Before the overall winner was announced, Professor Bob Shiel of The Bartlett School of Architecture at University College London took the stage to introduce the evening’s LEAF Award for Lifetime Achievement. Previous years’ awards have honoured Santiago Calatrava, Moshe Safdie and Daniel Liebeskind.

“I think it's fair to say that Peter is the most influential figure in progressive architecture education in the last 50 years,” Shiel Sheil said. “It struck me that here we are celebrating somebody's life who was born in the 1930s, whose ideas are as relevant today as they ever were.”

He went on to describe Cook as “an extraordinarily generous person” and a “national treasure”, before presenting him with the Lifetime Achievement Award for 2017 to enthusiastic applause.

“I’m still the right side of 81. The next building is going to be the best one and the funkiest one, so watch out,” said Cook as he accepted the award. He added, “You are a wonderfully international group, and I have spent many decades enjoying being a member of a non-national community.”

Cook said he hoped the industry would continue to value global collaboration and inventive thinking, and, on a lighter note, concluded: “I'm optimistic that one day we will rediscover the long lunch.”

Katrin Förster of ABB re-took the stage to present the Overall Winner Award to the best shortlisted project in all categories. The winner for 2017 was Canada’s II by IV Design, which also won the Interior Design Award – Future category.

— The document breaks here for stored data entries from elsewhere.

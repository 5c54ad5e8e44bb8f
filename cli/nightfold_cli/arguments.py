"""Arguments that commands share, and the parser of one command."""

from __future__ import annotations

import os
import re
from argparse import Action, ArgumentParser, ArgumentTypeError, Namespace, RawDescriptionHelpFormatter
from collections.abc import Sequence
from types import ModuleType
from typing import TYPE_CHECKING, Any, NoReturn, TypeVar

if TYPE_CHECKING:
    from argparse import _MutuallyExclusiveGroup

    from nightfold_cli.render import Screen

Item = TypeVar("Item")
DEFAULT_STORE = "nightfold.sqlite"


class CommandParser(ArgumentParser):
    """A parser that says in one line what is wrong."""

    def error(self, message: str) -> NoReturn:
        """Leave with exit code 2."""
        self.exit(2, f"{self.prog}: {message}\n'{self.prog} --help' shows what can be said\n")


def command_parser(command: str, module: ModuleType) -> ArgumentParser:
    """Return the parser of one command.

    The module brings ``HELP`` (one line), ``EXAMPLES`` (lines of shell) and ``add_arguments``; options that
    all commands know are added here.
    """
    parser = CommandParser(
        prog=f"nightfold {command}",
        description=module.HELP[0].upper() + module.HELP[1:] + ".",
        epilog="examples:\n" + "".join(f"  {line}\n" for line in module.EXAMPLES),
        formatter_class=RawDescriptionHelpFormatter,
        allow_abbrev=False,
    )
    module.add_arguments(parser)
    shared = parser.add_argument_group("every command")
    shared.add_argument(
        "--store",
        metavar="WHERE",
        default=os.environ.get("NIGHTFOLD_STORE") or DEFAULT_STORE,
        help="a file or a PostgreSQL URL (default: $NIGHTFOLD_STORE, else nightfold.sqlite here)",
    )
    shared.add_argument("--json", action="store_true", help="answer with one JSON object")
    shared.add_argument("--debug", action="store_true", help="show where in the program an error arose")
    return parser


def add_scan_key(parser: ArgumentParser) -> Action:
    """Declare the argument that names a scan."""
    return parser.add_argument(
        "key", metavar="KEY", help="id, label (its newest round) or label#round of a scan"
    )


def add_subject(parser: ArgumentParser) -> _MutuallyExclusiveGroup:
    """Declare the options that name what a note is about, one of them at most."""
    what = parser.add_mutually_exclusive_group()
    what.add_argument("--shot", metavar="UID", help="on this shot, or the unique beginning of its uid")
    what.add_argument("--scan", metavar="KEY", help="on this scan")
    what.add_argument("--fit", metavar="N", type=positive, help="on this fit, by its number in 'fits'")
    what.add_argument("--night", metavar="DATE", help="on this night, by the date of its evening")
    return what


def add_by(parser: ArgumentParser) -> None:
    """Declare the option that says who did something."""
    parser.add_argument("--by", metavar="NAME", help="who says so (default: the user logged in)")


def by_whom(args: Namespace) -> str | None:
    """Return who did something: as the option says, else who is logged in, None where that cannot be told."""
    import getpass

    named: str | None = args.by
    try:
        return named or getpass.getuser()
    except (OSError, KeyError):
        return None


def add_last(parser: ArgumentParser, on_screen: int) -> None:
    """Declare the options that say how many of a list are shown; without them, on a terminal, the last `on_screen`."""
    parser.add_argument("--last", metavar="N", type=positive, help=f"the last N (on a terminal {on_screen})")
    parser.add_argument("--all", action="store_true", help="all of them, on a terminal too")
    parser.set_defaults(on_screen=on_screen)


def the_last(args: Namespace, screen: Screen, found: list[Item]) -> list[Item]:
    """Return as many of a list, from its end, as those options say."""
    last = args.last or (args.on_screen if screen.terminal and not args.all else len(found))
    return found[-last:] if last else found


def say_earlier(screen: Screen, found: Sequence[Any], listed: Sequence[Any]) -> None:
    """Say how many of a list were not shown, if any."""
    if len(found) > len(listed):
        screen.note(f"{len(found) - len(listed)} earlier ones not shown; --all shows them")


def add_relative(parser: ArgumentParser) -> None:
    """Declare the options that relate readings to reference shots."""
    parser.add_argument(
        "--relative-to",
        choices=("reference",),
        help="divide readings by those of the reference shots around them",
    )
    parser.add_argument(
        "--reference-within",
        metavar="TIME",
        default="30 min",
        type=_span,
        help="how far a reference shot may be from a shot: '2 h', or seconds (default: 30 min)",
    )


def relation(args: Namespace) -> dict[str, Any]:
    """Return those options as `Scan.table` and `Store.fit` take them."""
    return {"relative_to": args.relative_to, "reference_within": args.reference_within}


def _span(text: str) -> str | float:
    """Return seconds if it is a number, else the text."""
    try:
        return float(text)
    except ValueError:
        return text


def named_number(text: str) -> tuple[str, float]:
    """Return name and number of ``name=value``."""
    name, equals, number = text.partition("=")
    try:
        return name.strip(), float(number if equals else "")
    except ValueError:
        raise ArgumentTypeError(f"found {text!r}, wanted NAME=NUMBER, as in center=33.6") from None


def positive(text: str) -> int:
    """Return a whole number above zero."""
    if not re.fullmatch(r"0*[1-9]\d*", text):
        raise ArgumentTypeError(f"found {text!r}, wanted a whole number above zero")
    return int(text)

“I truly am lost for words to be honoured here this evening. Thank you to all the incredible talent, keep up the amazing work – we are changing the world,” said founding partner Dan Menchions as he accepted the award with co-founding partner Keith Rushbrook.

“It all starts with an amazing client,” Rushbrook added. “This is the direction we’re going, and we would welcome the opportunity to work here in the UK.”

As the evening drew to a close, Förster said: “It was fantastic to see the diverse number of entries into the ABB LEAF Awards from around the globe.”

“The atmosphere tonight has been brilliant,” she added, “and I would like to pay congratulations to everyone who was shortlisted and those masterpieces crowned winners of their category.”

Sir Peter Cook accepting his Lifetime Achievement Award.
Guests at this year's ABB LEAF Awards enjoy a drink at the reception at London’s Royal Horseguards Hotel.